# ACTIVITY
Could you print every record exactly as it stands?

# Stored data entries
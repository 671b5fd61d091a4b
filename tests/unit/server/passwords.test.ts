import { describe, expect, it } from 'vitest'
import { hashPassword, passwordMatches } from '../../../server/services/passwords'

const msOf = async (work: () => Promise<unknown>): Promise<number> => {
  const start = performance.now()
  await work()
  return performance.now() - start
}
const median = (values: number[]) => values.sort((a, b) => a - b)[Math.floor(values.length / 2)]!

describe('a password', () => {
  it('is kept as a salted scrypt hash, never twice the same', async () => {
    const [one, two] = [await hashPassword('slow water'), await hashPassword('slow water')]
    expect(one).toMatch(/^\$scrypt\$n=32768,r=8,p=3\$/)
    expect(one).not.toBe(two)
    expect(await passwordMatches(one, 'slow water')).toBe(true)
    expect(await passwordMatches(one, 'Slow water')).toBe(false)
  })

  it('of nobody takes as long to refuse as a wrong one, so that the time tells no address', async () => {
    const hash = await hashPassword('slow water')
    await passwordMatches(undefined, 'first call')
    const [known, unknown]: [number[], number[]] = [[], []]
    for (let i = 0; i < 7; i++) {
      known.push(await msOf(() => passwordMatches(hash, 'wrong')))
      unknown.push(await msOf(() => passwordMatches(undefined, 'wrong')))
    }
    expect(median(unknown) / median(known)).toBeGreaterThan(0.5)
    expect(median(unknown) / median(known)).toBeLessThan(2)
    expect(await passwordMatches(null, '')).toBe(false)
  })
})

# REPLY
repository 671b5fd61d091a4b
filename tests/unit/server/passwords.test.ts
import { describe, expect, it } from 'vitest'
import { hashPassword, passwordMatches } from '../../../server/services/passwords'

const msOf = async (work: () => Promise<unknown>): Promise<number> => {
  const start = performance.now()
  await work()
  return performance.now() - start
}
const median = (values: number[]) => values.sort((a, b) => a - b)[Math.floor(values.length / 2)]!

describe('a password', () => {
  it('is kept as a salted scrypt hash, never twice the same', async () => {
    const [one, two] = [await hashPassword('slow water'), await hashPassword('slow water')]
    expect(one).toMatch(/^\$scrypt\$n=32768,r=8,p=3\$/)
    expect(one).not.toBe(two)
    expect(await passwordMatches(one, 'slow water')).toBe(true)
    expect(await passwordMatches(one, 'Slow water')).toBe(false)
  })

  it('of nobody takes as long to refuse as a wrong one, so that the time tells no address', async () => {
    const hash = await hashPassword('slow water')
    await passwordMatches(undefined, 'first call')
    const [known, unknown]: [number[], number[]] = [[], []]
    for (let i = 0; i < 7; i++) {
      known.push(await msOf(() => passwordMatches(hash, 'wrong')))
      unknown.push(await msOf(() => passwordMatches(undefined, 'wrong')))
    }
    expect(median(unknown) / median(known)).toBeGreaterThan(0.5)
    expect(median(unknown) / median(known)).toBeLessThan(2)
    expect(await passwordMatches(null, '')).toBe(false)
  })
})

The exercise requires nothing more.